• RECORDS FOR THE EXERCISE
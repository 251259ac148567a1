/**
 * The recording model every part of Winnow reads through. Parsers (EDF/EDF+/BDF/BDF+) fill it; the
 * simulator writes through the EDF writer; decomposition, evidence, the workbench and the CLI consume it.
 * Samples are kept channel-major in Float32Array (a 24-bit significand holds 24-bit ADC counts exactly).
 */
import type { Hz, Lenient, Seconds } from './units.ts';
import type { MainsHz } from './formats/power-line.ts';

export type RecordingFormat = 'EDF' | 'EDF+C' | 'EDF+D' | 'BDF' | 'BDF+C' | 'BDF+D';

/** BIDS channel types (BIDS specification, *_channels.tsv). */
export type ChannelType =
  | 'EEG' | 'EOG' | 'HEOG' | 'VEOG' | 'ECG' | 'EMG' | 'MISC' | 'TRIG' | 'REF' | 'RESP' | 'AUDIO'
  | 'EYEGAZE' | 'GSR' | 'PPG' | 'PUPIL' | 'SYSCLOCK' | 'TEMP';

export interface ChannelInfo {
  /** Label with surrounding spaces trimmed. */
  readonly label: string;
  /** Physical unit after normalisation: voltage channels are always 'uV'; others keep the header's text. */
  readonly unit: string;
  /** The unit as written in the header. */
  readonly headerUnit: string;
  readonly sampleRate: Hz;
  readonly samplesPerRecord: number;
  readonly physicalMin: number;
  readonly physicalMax: number;
  readonly digitalMin: number;
  readonly digitalMax: number;
  readonly transducer: string;
  readonly prefilter: string;
  /** From channels.tsv when given; 'EEG' by default for voltage channels. */
  readonly type: ChannelType;
  /** From channels.tsv (status column); 'good' when absent. */
  readonly status: 'good' | 'bad';
}

export interface RecordingEvent {
  /** Seconds from the first stored sample (BIDS convention). */
  readonly onset: Lenient<Seconds>;
  /** Seconds; 0 when absent. */
  readonly duration: Lenient<Seconds>;
  /** UTF-8 text (EDF+ annotation or BIDS trial_type). Never rendered as HTML. */
  readonly label: string;
  /** Where the event came from. 'boundary' marks a gap in an EDF+D/BDF+D file. */
  readonly source: 'annotation' | 'boundary' | 'events-tsv';
  /** Seconds, from events.tsv response_time when present. */
  readonly responseTime?: Seconds;
  /**
   * Every other events.tsv column of this row (column name → cell text, 'n/a' kept as written), e.g.
   * { condition: 'rare' }; the factors a reviewer can select or split events by. BIDS specification,
   * "Task events". Absent for EDF+ annotations.
   */
  readonly columns?: Readonly<Record<string, string>>;
}

export interface RecordingHeader {
  readonly patientId: string;
  readonly recordingId: string;
  /** ISO 8601 local date-time without zone, e.g. "2026-03-04T10:21:00". */
  readonly start: string;
  readonly headerBytes: number;
  readonly records: number;
  readonly recordDurationSeconds: Seconds;
  /** Start time of each data record in seconds from the file start (from time-keeping TALs in EDF+/BDF+). */
  readonly recordOnsets: Float64Array;
}

/** Header-level description of a recording: everything except the samples. */
export interface RecordingInfo {
  readonly fileName: string;
  readonly format: RecordingFormat;
  readonly header: RecordingHeader;
  /** Signal channels only (annotation channels excluded). */
  readonly channels: readonly ChannelInfo[];
  readonly durationSeconds: Seconds;
  readonly events: readonly RecordingEvent[];
}

/**
 * Samples of channels that share one rate, channel-major: channel c occupies
 * data[c * nSamples, (c + 1) * nSamples). Time of sample j is j / sampleRate (plus the record onset
 * mapping for discontinuous files: `sampleTimes` is set then).
 */
export interface SignalBlock {
  readonly labels: readonly string[];
  readonly sampleRate: Hz;
  readonly nSamples: number;
  readonly data: Float32Array;
  /** Only for discontinuous files: the time in seconds of each sample. */
  readonly sampleTimes?: Float64Array;
}

/** Mains (power-line) frequency as the recording's *_eeg.json states it (BIDS PowerLineFrequency). */
export interface PowerLine {
  /** Hz (50 or 60); null when no sidecar was paired or it gave none ("n/a", missing, or another value). */
  readonly hz: MainsHz | null;
  /** Base name of the *_eeg.json read, or null when none was paired. */
  readonly sidecar: string | null;
}

/** The reference as the sidecars state it (BIDS: channels.tsv `reference` column, *_eeg.json EEGReference). */
export interface RecordingReference {
  /** Distinct `reference` values of the EEG rows of channels.tsv, joined by "; "; null when none given. */
  readonly channels: string | null;
  /** EEGReference of the paired *_eeg.json; null when none given. */
  readonly eegJson: string | null;
}

/** A sidecar read with the recording (paired by name, or named on the command line). */
export interface PairedSidecar {
  readonly kind: 'channels' | 'events' | 'electrodes' | 'coordsystem' | 'eeg';
  /** Base name of the file. */
  readonly file: string;
}

/** A recording ready for review: info plus the samples of its main-rate channels (µV). */
export interface LoadedRecording extends RecordingInfo {
  /** The sidecars read with it, in the order read; absent when read without the loader. */
  readonly sidecars?: readonly PairedSidecar[];
  /** The reference the sidecars state; absent when read without the loader. */
  readonly reference?: RecordingReference;
  /** From the paired *_eeg.json (recording-loader.ts); absent when the recording was read without sidecars. */
  readonly powerLine?: PowerLine;
  readonly signals: SignalBlock;
  /** Electrode positions (unit vectors on the sphere, RAS) for the channels in `signals`, NaN when unknown. */
  readonly positions?: Float64Array;
  readonly warnings: readonly string[];
}
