/**
 * Autosaved reviews in IndexedDB: one record per recording + decomposition (key = both SHA-256 digests),
 * holding the aim, reviewer and decisions. `factory` defaults to the page's `indexedDB`; tests pass
 * fake-indexeddb's.
 */
import type { SavedReview } from './services.ts';

const DB_NAME = 'winnow-reviews';
const STORE = 'reviews';

export interface ReviewDb {
  load(key: string): Promise<SavedReview | null>;
  save(key: string, review: SavedReview): Promise<void>;
  close(): void;
}

function request<T>(req: IDBRequest<T>): Promise<T> {
  return new Promise((resolve, reject) => {
    req.onsuccess = () => resolve(req.result);
    req.onerror = () => reject(req.error ?? new Error('IndexedDB request failed'));
  });
}

export async function openReviewDb(factory: IDBFactory = indexedDB): Promise<ReviewDb> {
  const open = factory.open(DB_NAME, 1);
  open.onupgradeneeded = () => {
    if (!open.result.objectStoreNames.contains(STORE)) open.result.createObjectStore(STORE);
  };
  const db = await request(open);
  return {
    async load(key) {
      const tx = db.transaction(STORE, 'readonly');
      const value = (await request(tx.objectStore(STORE).get(key))) as SavedReview | undefined;
      return value ?? null;
    },
    save(key, review) {
      return new Promise((resolve, reject) => {
        const tx = db.transaction(STORE, 'readwrite');
        tx.objectStore(STORE).put(review, key);
        tx.oncomplete = () => resolve();
        tx.onerror = () => reject(tx.error ?? new Error('IndexedDB write failed'));
        tx.onabort = () => reject(tx.error ?? new Error('IndexedDB write aborted'));
      });
    },
    close: () => db.close(),
  };
}
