/**
 * The simulated demo participant (demo-data/sub-01/, written by `winnow simulate`), bundled by Vite:
 * recordings as asset URLs fetched from the page's own origin, text sidecars (TSV/JSON) as strings inside
 * the bundle — a data: URL would be refused by the Content-Security-Policy's connect-src 'self'.
 */
import { isRecordingFileName } from '../core/formats/recording-file-name.ts';

const binaryUrls = import.meta.glob('/demo-data/sub-01/**/*.{edf,bdf}', { query: '?url', import: 'default' }) as Record<string, () => Promise<string>>;
const textFiles = import.meta.glob('/demo-data/sub-01/**/*.{tsv,json,csv}', { query: '?raw', import: 'default' }) as Record<string, () => Promise<string>>;

const baseName = (path: string) => path.slice(path.lastIndexOf('/') + 1);

/**
 * The simulator also writes the ground truth beside the recording (the neural-only back-projection and the
 * true sources); those are for checking the method, not part of what a reviewer opens.
 */
const isGroundTruth = (path: string) => /(^|[_/-])(neural|truth)[^/]*$/i.test(baseName(path)) || /\/truth\//i.test(path);

/** Paths of the demo files (for the start screen and tests). */
export const demoFilePaths = (): string[] => [...Object.keys(binaryUrls), ...Object.keys(textFiles)].filter((p) => !isGroundTruth(p)).sort();

/** The demo files as File objects named as on disk (BIDS pairing works on names). */
export async function demoFiles(signal: AbortSignal): Promise<File[]> {
  const out: File[] = [];
  for (const [path, load] of Object.entries(binaryUrls)) {
    if (isGroundTruth(path)) continue;
    const url = await load();
    const res = await fetch(url, { signal });
    if (!res.ok) throw new Error(`${baseName(path)}: HTTP ${res.status}`);
    out.push(new File([await res.blob()], baseName(path)));
  }
  for (const [path, load] of Object.entries(textFiles)) {
    if (isGroundTruth(path)) continue;
    out.push(new File([await load()], baseName(path), { type: 'text/plain' }));
  }
  if (!out.some((f) => isRecordingFileName(f.name))) throw new Error('no demo recording was bundled (run `winnow simulate` into demo-data/sub-01/eeg/)');
  return out;
}
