/** Browser implementation of the workbench services (workers, fetch of the demo, IndexedDB). */
import type { WorkbenchServices } from './services.ts';

const notYet = (what: string) => () => Promise.reject(new Error(`${what} is not available yet`));

export const browserServices: WorkbenchServices = {
  readRecording: notYet('Reading recordings'),
  readDecomposition: notYet('Reading decompositions'),
  computeDecomposition: notYet('Computing a decomposition'),
  computeEvidence: notYet('Computing evidence'),
  demoInput: notYet('The demo participant'),
  loadReview: () => Promise.resolve(null),
  saveReview: () => Promise.resolve(),
};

• EXERCISE DETAILS
Nothing but the lines from the start of the data above through the line with "readonly digitalMax: number;" should appear in your answer, copied exactly.

• RESPONSE TO THIS EXERCISE
repository 251259ac148567a1
/**
 * The recording model every part of Winnow reads through. Parsers (EDF/EDF+/BDF/BDF+) fill it; the
 * simulator writes through the EDF writer; decomposition, evidence, the workbench and the CLI consume it.
 * Samples are kept channel-major in Float32Array (a 24-bit significand holds 24-bit ADC counts exactly).
 */
import type { Hz, Lenient, Seconds } from './units.ts';
import type { MainsHz } from './formats/power-line.ts';

export type RecordingFormat = 'EDF' | 'EDF+C' | 'EDF+D' | 'BDF' | 'BDF+C' | 'BDF+D';

/** BIDS channel types (BIDS specification, *_channels.tsv). */
export type ChannelType =
  | 'EEG' | 'EOG' | 'HEOG' | 'VEOG' | 'ECG' | 'EMG' | 'MISC' | 'TRIG' | 'REF' | 'RESP' | 'AUDIO'
  | 'EYEGAZE' | 'GSR' | 'PPG' | 'PUPIL' | 'SYSCLOCK' | 'TEMP';

export interface ChannelInfo {
  /** Label with surrounding spaces trimmed. */
  readonly label: string;
  /** Physical unit after normalisation: voltage channels are always 'uV'; others keep the header's text. */
  readonly unit: string;
  /** The unit as written in the header. */
  readonly headerUnit: string;
  readonly sampleRate: Hz;
  readonly samplesPerRecord: number;
  readonly physicalMin: number;
  readonly physicalMax: number;
  readonly digitalMin: number;
  readonly digitalMax: number;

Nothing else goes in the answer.